____ Information supplied

"""A small scene model: what a drawing is made of, before any file format.

Coordinates are in mm on the sheet, x to the right and y down. A style is a name: outlets turn it
into line weights or layers. A dimension chain stays a primitive, so that an outlet with real
dimensions can write them as such.
"""

from __future__ import annotations

import math
from collections.abc import Sequence
from dataclasses import dataclass
from itertools import pairwise
from typing import Literal

Style = Literal[
    "member",
    "gusset",
    "hidden",
    "centre",
    "bolt",
    "weld",
    "net",
    "shear",
    "tension",
    "hatch",
    "force",
    "dimension",
    "break",
]
Anchor = Literal["start", "middle", "end"]
Point = tuple[float, float]

TEXT_HEIGHT = 4.7
"""Height of text on a sheet 160 mm wide: 2.35 mm when the drawing is printed 80 mm wide."""
_WIDE = {"m": 0.98, "M": 0.87, "W": 1.0, "w": 0.82, "N": 0.75, " ": 0.32, ".": 0.32, ",": 0.32}
_NARROW = 0.64  # of the text height, the average of a sans serif face


def text_width(text: str, height: float = TEXT_HEIGHT) -> float:
    """Width of a text as set, on the safe side, mm."""
    return height * sum(_WIDE.get(letter, _NARROW) for letter in text)


@dataclass(frozen=True, slots=True)
class Line:
    """A polyline, or a polygon when closed; a closed one is filled as its style says."""

    points: tuple[Point, ...]
    style: Style
    closed: bool = False


@dataclass(frozen=True, slots=True)
class Curve:
    """A closed outline of edges and arcs: (x, y) for a straight edge to a point, or
    (x, y, radius, turns_left) for an arc to it. The first entry is where it starts."""

    steps: tuple[tuple[float, ...], ...]
    style: Style


@dataclass(frozen=True, slots=True)
class Circle:
    x: float
    y: float
    r: float
    style: Style


@dataclass(frozen=True, slots=True)
class Text:
    x: float
    y: float
    text: str
    anchor: Anchor = "start"
    bold: bool = False
    height: float = TEXT_HEIGHT

    def box(self) -> tuple[float, float, float, float]:
        """Left, top, right, bottom of the text as set."""
        width = text_width(self.text, self.height)
        left = self.x - {"start": 0.0, "middle": width / 2, "end": width}[self.anchor]
        return left, self.y - 0.78 * self.height, left + width, self.y + 0.24 * self.height


@dataclass(frozen=True, slots=True)
class Chain:
    """A chain of dimensions along x ("x") or y ("y"): stops on the line, a label between each.

    `at` is where the line runs across; `reach` where the extension lines begin. `spots` are the
    places of the labels along the chain, spread so that they do not overlap.
    """

    axis: Literal["x", "y"]
    at: float
    stops: tuple[float, ...]
    reach: float
    texts: tuple[Text, ...]
    leaders: tuple[tuple[Point, Point], ...]


Item = Line | Curve | Circle | Text | Chain


@dataclass(frozen=True, slots=True)
class Scene:
    """A drawing: its size in mm and what is on it, back to front."""

    width: float
    height: float
    items: tuple[Item, ...]

    def texts(self) -> list[Text]:
        """Every text of the drawing, those of chains too."""
        found: list[Text] = []
        for item in self.items:
            if isinstance(item, Text):
                found.append(item)
            elif isinstance(item, Chain):
                found += item.texts
        return found


def support_strokes(start: Point, end: Point, outline: Sequence[Point]) -> list[Line]:
    """Short strokes along a supported edge of an outline, on its outer side."""
    (x1, y1), (x2, y2) = start, end
    length = max(math.dist(start, end), 1e-9)
    ux, uy = (x2 - x1) / length, (y2 - y1) / length
    cx = sum(x for x, _ in outline) / len(outline)
    cy = sum(y for _, y in outline) / len(outline)
    nx, ny = (-uy, ux) if (cx - x1) * -uy + (cy - y1) * ux < 0 else (uy, -ux)
    count = max(int(length / 2.4), 2)
    strokes = []
    for i in range(count + 1):
        x, y = x1 + ux * length * i / count, y1 + uy * length * i / count
        strokes.append(Line(((x, y), (x + 1.8 * nx - 1.2 * ux, y + 1.8 * ny - 1.2 * uy)), "break"))
    return strokes


def spread(wanted: list[float], sizes: list[float], gap: float) -> list[float]:
    """Places along a line as near as can be to those wanted, none overlapping.

    `sizes` are the lengths the labels take; order is kept.
    """
    if not wanted:
        return []
    # Blocks of labels that touch, each at the mean of where its labels want to be.
    blocks: list[tuple[float, float, list[int]]] = []
    for i, (centre, size) in enumerate(zip(wanted, sizes, strict=True)):
        blocks.append((centre, size, [i]))
        while len(blocks) > 1:
            (c1, s1, m1), (c2, s2, m2) = blocks[-2], blocks[-1]
            if c1 + s1 / 2 + gap <= c2 - s2 / 2:
                break
            size = s1 + s2 + gap
            members = m1 + m2
            offsets = _offsets([sizes[m] for m in members], gap)
            centre = sum(
                wanted[m] - offset + size / 2 for m, offset in zip(members, offsets, strict=True)
            ) / len(members)
            blocks[-2:] = [(centre, size, members)]
    places = [0.0] * len(wanted)
    for centre, size, members in blocks:
        offsets = _offsets([sizes[m] for m in members], gap)
        for member, offset in zip(members, offsets, strict=True):
            places[member] = centre - size / 2 + offset
    return places


def _offsets(sizes: list[float], gap: float) -> list[float]:
    """Centres of labels set side by side, from the left end."""
    out, at = [], 0.0
    for size in sizes:
        out.append(at + size / 2)
        at += size + gap
    return out


def chain_x(
    at: float, reach: float, stops: list[float], labels: list[str], *, above: bool = False
) -> Chain:
    """A chain along x. Labels stand over the line where all fit, else spread beyond it."""
    centres = [(a + b) / 2 for a, b in pairwise(stops)]
    widths = [text_width(label) for label in labels]
    fits = all(width <= b - a - 0.6 for width, (a, b) in zip(widths, pairwise(stops), strict=True))
    if fits:
        texts = [Text(c, at - 1.0, t, "middle") for c, t in zip(centres, labels, strict=True)]
        return Chain("x", at, tuple(stops), reach, tuple(texts), ())
    places = spread(centres, widths, 1.6)
    far = at - 3.6 if above else at + 7.2
    texts = [Text(p, far, t, "middle") for p, t in zip(places, labels, strict=True)]
    near = far + 1.4 if above else far - 4.0
    leaders = [((c, at), (p, near)) for c, p in zip(centres, places, strict=True)]
    return Chain("x", at, tuple(stops), reach, tuple(texts), tuple(leaders))


def chain_y(
    at: float, reach: float, stops: list[float], labels: list[str], *, side: Anchor = "end"
) -> Chain:
    """A chain along y, its labels beside the line: to the left ("end") or right ("start")."""
    centres = [(a + b) / 2 for a, b in pairwise(stops)]
    places = spread(centres, [TEXT_HEIGHT * 1.02] * len(labels), 0.5)
    sign = -1.0 if side == "end" else 1.0
    x = at + sign * 3.6
    texts = [
        Text(x, place + 0.32 * TEXT_HEIGHT, label, side)
        for place, label in zip(places, labels, strict=True)
    ]
    leaders = [
        ((at, centre), (x - sign * 0.6, place))
        for centre, place in zip(centres, places, strict=True)
    ]
    return Chain("y", at, tuple(stops), reach, tuple(texts), tuple(leaders))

________

*About this task*
Please show every line above that includes the word "edge".

*Exercise response*
    """A closed outline of edges and arcs: (x, y) for a straight edge to a point, or
    """Short strokes along a supported edge of an outline, on its outer side."""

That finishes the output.